WILLIAM STYRON (1925-2006)
This week, its time to remember William Styron. His 1979 novel 'Sophie's Choice' the tragic story of a Polish Holocaust survivor's relationship in Brooklyn with a Virginia writer was made into an acclaimed film starring Meryl Streep. While the film won Streep an Oscar, it threw the novel into the spotlight. Some Holocaust survivors questioned the fact that a non-Jew gave the perspective a death camp survivor, while feminists were up in arms about a man writing telling a woman's story.
But Styron was no stranger to controversy. He's stirred enough of that with 'The Confessions of Nat Turner,' (1967) the story of a slave who led a bloody and disastrous slave insurrection before the Civil War. While the book went on to win the Pulitzer Prize, it was criticised for being tinged with racism.
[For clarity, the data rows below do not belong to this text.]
"use client";

import { setAt, useAssessmentCtx } from "./context";
import { ChoiceField, NumField, TextField } from "./fields";

const day = new Intl.DateTimeFormat("en-US", { dateStyle: "medium" });

export function LeakageSection() {
  const { doc, update, readOnly } = useAssessmentCtx();
  const tests = doc.leakage.tests;
  const v = doc.house.volumeFt3;
  return (
    <section aria-labelledby="leak-h" className="card isolate space-y-4">
      <h2 id="leak-h" className="text-xl font-semibold text-spruce-800">Air leakage</h2>
      <ol className="space-y-3">
        {tests.map((t, i) => (
          <li key={t.id} className="rounded-lg border border-line p-3" data-testid={`leakage-${i}`}>
            <p className="mb-2 text-sm text-ink-muted">Blower-door reading, {day.format(t.testedAt)}{Number.isFinite(t.cfm50) && v > 0 ? ` · ACH50 ${((t.cfm50 * 60) / v).toFixed(1)}` : ""}</p>
            <div className="grid gap-3 sm:grid-cols-2 lg:grid-cols-5">
              <ChoiceField path={`leakage.tests.${i}.phase`} label="Phase" value={t.phase} options={[{ value: "test-in", label: "Test-in" }, { value: "test-out", label: "Test-out" }]} onValue={(x) => update((d) => setAt(d, ["leakage", "tests", i, "phase"], x))} />
              <NumField path={`leakage.tests.${i}.cfm50`} label="CFM50" value={t.cfm50} onValue={(n) => update((d) => setAt(d, ["leakage", "tests", i, "cfm50"], n ?? Number.NaN))} />
              <NumField path={`leakage.tests.${i}.outdoorTempF`} label="Outdoor temperature (°F)" value={t.outdoorTempF ?? null} onValue={(n) => update((d) => setAt(d, ["leakage", "tests", i, "outdoorTempF"], n))} />
              <NumField path={`leakage.tests.${i}.windMph`} label="Wind (mph)" value={t.windMph ?? null} onValue={(n) => update((d) => setAt(d, ["leakage", "tests", i, "windMph"], n))} />
              <TextField path={`leakage.tests.${i}.notes`} label="Notes" value={t.notes ?? ""} onValue={(x) => update((d) => setAt(d, ["leakage", "tests", i, "notes"], x))} />
            </div>
            {!readOnly ? <button type="button" className="btn-ghost mt-2 text-danger" onClick={() => update((d) => setAt(d, ["leakage", "tests"], d.leakage.tests.filter((_, j) => j !== i)))}>Delete this reading</button> : null}
          </li>
        ))}
      </ol>
      {!readOnly ? (
        <button type="button" className="btn-ghost" onClick={() => update((d) => setAt(d, ["leakage", "tests"], [...d.leakage.tests, { id: crypto.randomUUID(), phase: d.leakage.tests.some((x) => x.phase === "test-in") ? "test-out" : "test-in", cfm50: Number.NaN, testedAt: Date.now() }]))}>Add a blower-door reading</button>
      ) : null}
      <NumField path="leakage.targetCfm50" label="Target CFM50 for air sealing" hint="Used when an air-sealing upgrade has no target of its own." value={doc.leakage.targetCfm50 ?? null} onValue={(n) => update((d) => setAt(d, ["leakage", "targetCfm50"], n))} />
      <p className="text-sm text-ink-muted">After air sealing, test combustion appliances for draft and spillage (ANSI/BPI-1200) before the crew leaves; follow local codes and licensed practice.</p>
    </section>
  );
}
Among his many fans is former President Bill Clinton, who had made these comments about Styron's writing while he was still in the White House:
"I can tell you that, as a young southerner, the impact of 'The Confessions of Nat Turner' on me was truely stunning and I can say that for a whole generation of us who never quite found the words to give expression to the many things we had imagined until we read the works of William Styron."
In a profound remembrance, Norman Mailer told the New York Times "No other American writer of my generation has had so omnipresent and exquisite a sense of the elegiac."
Styron died of pneumonia in Martha's Vineyard, Massachusetts aged 81.